THE TASK:
Pull out every line in the data that has the string "also" in it.

RECORDS FOR THE TASK:
* * * *
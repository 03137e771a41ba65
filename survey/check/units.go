package check

import (
	"cmp"
	"fmt"
	"math"
	"slices"
	"strings"

	"tapround/survey"
	"tapround/survey/unit"
	"tapround/survey/water"
)

// strayUnits looks at readings taken while water flows. What lies outside all other
// readings of its part of the system, by more than those span and by more than its own
// uncertainty explains, and comes to lie with them in another unit, is named. Parts are
// divided at machines, for the head steps there. A loss can put a head below the others
// and a pump above them; unless it stands above every reservoir that feeds it, only the
// unit on the gauge's own face is tried.
func strayUnits(v *view) []survey.Alert {
	var out []survey.Alert
	for _, r := range v.rounds {
		cuts := cutUp(v.s, shutCuts(v.s, r.force))
		for i, h := range r.heads {
			if !isHead(h) || !h.Pressure.OK {
				continue
			}
			if _, still := r.still.open(v.taps[h.Tap]); still {
				continue // the closure has looked at it
			}
			low, high, n := v.others(r, cuts, i)
			away := math.Max(low-h.Value, h.Value-high)
			if n < 3 || away <= high-low || away <= v.limits.amongOthers.value*h.U() {
				continue
			}
			feed, fed := r.feed(v.taps[h.Tap])
			impossible := fed && h.Value-feed.Value.V > v.limits.amongOthers.value*h.U()
			// The last tap of a line rightly lies somewhat outside the others.
			margin := high - low + v.limits.apart.value*h.U()
			fits := v.fitting(r, h, func(value float64) float64 {
				if value < low-margin || value > high+margin || impossible && value > feed.Value.V+v.limits.apart.value*h.U() {
					return math.Inf(1)
				}
				return math.Max(0, math.Max(low-value, value-high))
			})
			if len(fits) > 0 && (fits[0].face || impossible && v.convincing(fits[0])) {
				out = append(out, v.unitAlert(r, h, fits, fmt.Sprintf("the %d others of the round lie between %.2f m and %.2f m", n, low, high), v.limits.amongOthers.String()))
			}
		}
	}
	return out
}

// others gives the range and the number of the other heads, and of the reservoirs'
// levels, in the part of the system that head i of the round is in.
func (v *view) others(r round, cuts *pieces, i int) (low, high float64, n int) {
	part := cuts.of(v.taps[r.heads[i].Tap])
	low, high = math.Inf(1), math.Inf(-1)
	take := func(x float64) { low, high, n = math.Min(low, x), math.Max(high, x), n+1 }
	for j, h := range r.heads {
		if j != i && isHead(h) && cuts.of(v.taps[h.Tap]) == part {
			take(h.Value)
		}
	}
	for _, p := range v.s.Points {
		if l, ok := r.force.Levels[p.Name]; ok && l.Value.OK && cuts.at(p.Name) == part {
			take(l.Value.V)
		}
	}
	return low, high, n
}

// otherUnit is what a reading would be had its number been read in another unit, or
// against another zero.
type otherUnit struct {
	words string
	face  bool    // the unit on the gauge's own face, which is not the one written
	value float64 // head, m
	ratio float64 // pressure as converted over the one meant; 0 for another zero
	off   float64 // how far from what was to be met
}

// convincing units are the one on the gauge's face, another zero, and those whose ratio
// is no gauge's or level's error.
func (v *view) convincing(x otherUnit) bool {
	return x.face || x.ratio == 0 || x.ratio >= v.limits.nearOne.value || x.ratio <= 1/v.limits.nearOne.value
}

// fitting lists the other units that off finds fitting: convincing ones first, the one on
// the gauge's face before all, then the nearest. off is infinite for what does not fit.
func (v *view) fitting(r round, h survey.Head, off func(value float64) float64) []otherUnit {
	var out []otherUnit
	for _, x := range v.otherUnits(r, h) {
		if x.off = off(x.value); !math.IsInf(x.off, 1) {
			out = append(out, x)
		}
	}
	rank := func(x otherUnit) int {
		switch {
		case x.face:
			return 0
		case v.convincing(x):
			return 1
		}
		return 2
	}
	slices.SortStableFunc(out, func(a, b otherUnit) int {
		return cmp.Or(cmp.Compare(rank(a), rank(b)), cmp.Compare(a.off, b.off))
	})
	return out
}

func (v *view) otherUnits(r round, h survey.Head) []otherUnit {
	g := v.gauge(h)
	parse := func(name string) (unit.Unit, error) { return unit.Parse(name, unit.Pressure) }
	if g.Kind == survey.AbsoluteGauge {
		parse = unit.ParseAbsolute
	}
	wrote, err := parse(h.Rows[0].Unit)
	if err != nil || !h.Pressure.OK {
		return nil
	}
	face, err := parse(g.Unit)
	if err != nil {
		face = wrote
	}
	shown := 0.0
	for _, x := range h.Rows {
		shown += x.Value / float64(len(h.Rows))
	}
	w := h.Density * h.Gravity
	var out []otherUnit
	for _, x := range unit.Mistakes(unit.Pressure) {
		if x.Wrote == wrote {
			out = append(out, otherUnit{words: x.Meant.Name, face: x.Meant == face, value: h.Value + shown*(1/x.Ratio-1)/w, ratio: x.Ratio})
		}
	}
	atmosphere := r.Barometer.Or(water.StandardAtmosphere(v.s.Info.SiteLevel))
	if g.Kind == survey.AbsoluteGauge {
		return append(out, otherUnit{words: "a pressure above atmosphere, not an absolute one", value: h.Value + atmosphere/w})
	}
	return append(out, otherUnit{words: "an absolute pressure, not one above atmosphere", value: h.Value - atmosphere/w})
}

// unitAlert words the alert for the units that fit, at most three of them.
func (v *view) unitAlert(r round, h survey.Head, fits []otherUnit, evidence, limit string) survey.Alert {
	best := fits[0]
	what := best.words
	if best.ratio != 0 {
		what = fmt.Sprintf("%s, not %s", best.words, h.Rows[0].Unit)
	}
	var also []string
	for _, x := range fits[1:min(len(fits), 3)] {
		also = append(also, x.words)
	}
	evidence = fmt.Sprintf("%s %s gives %.2f m, as %s %.2f m; %s", h.Rows[0].Written, h.Rows[0].Unit, h.Value, best.words, best.value, evidence)
	if best.face {
		evidence += fmt.Sprintf("; the face of gauge %s shows %s", h.Gauge, best.words)
	}
	if len(also) > 0 {
		evidence += "; would fit too: " + strings.Join(also, ", ")
	}
	return survey.Alert{Rule: "unit looks wrong", Subject: h.Tap,
		Statement: fmt.Sprintf("The reading at %s in round %s looks like %s.", h.Tap, r.Name, what),
		Evidence:  evidence, Limit: limit,
		Action: fmt.Sprintf("Look at the face of the gauge, read %s again and write the unit that stands on it.", h.Tap),
		Stay:   true, Sources: h.Sources()}
}

// stillUnit looks whether another unit brings the reading that stands apart in a
// no-flow round to the level of the rest.
func (v *view) stillUnit(r round, m mean, worst []suspect) (survey.Alert, bool) {
	for _, x := range worst {
		if len(x.members) != 1 || x.level != "" {
			continue
		}
		h := m.ws[x.members[0]].head
		if fits := v.fitting(r, h, v.asTheRest(h, x)); len(fits) > 0 && v.convincing(fits[0]) {
			return v.unitAlert(r, h, fits, fmt.Sprintf("with nothing flowing the rest shows %.2f m (%s)", x.rest, count(x.restCount, "reading")), v.limits.apart.String()), true
		}
	}
	return survey.Alert{}, false
}

// asTheRest measures how far a head is from what its tap would show without the size of
// the suspect it is; infinite beyond the limit.
func (v *view) asTheRest(h survey.Head, x suspect) func(float64) float64 {
	return func(value float64) float64 {
		if d := math.Abs(value - (h.Value - x.size)); d <= v.limits.apart.value*x.sd {
			return d
		}
		return math.Inf(1)
	}
}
* * * *
EXERCISE SOLUTION:
	var also []string
		also = append(also, x.words)
	if len(also) > 0 {
		evidence += "; would fit too: " + strings.Join(also, ", ")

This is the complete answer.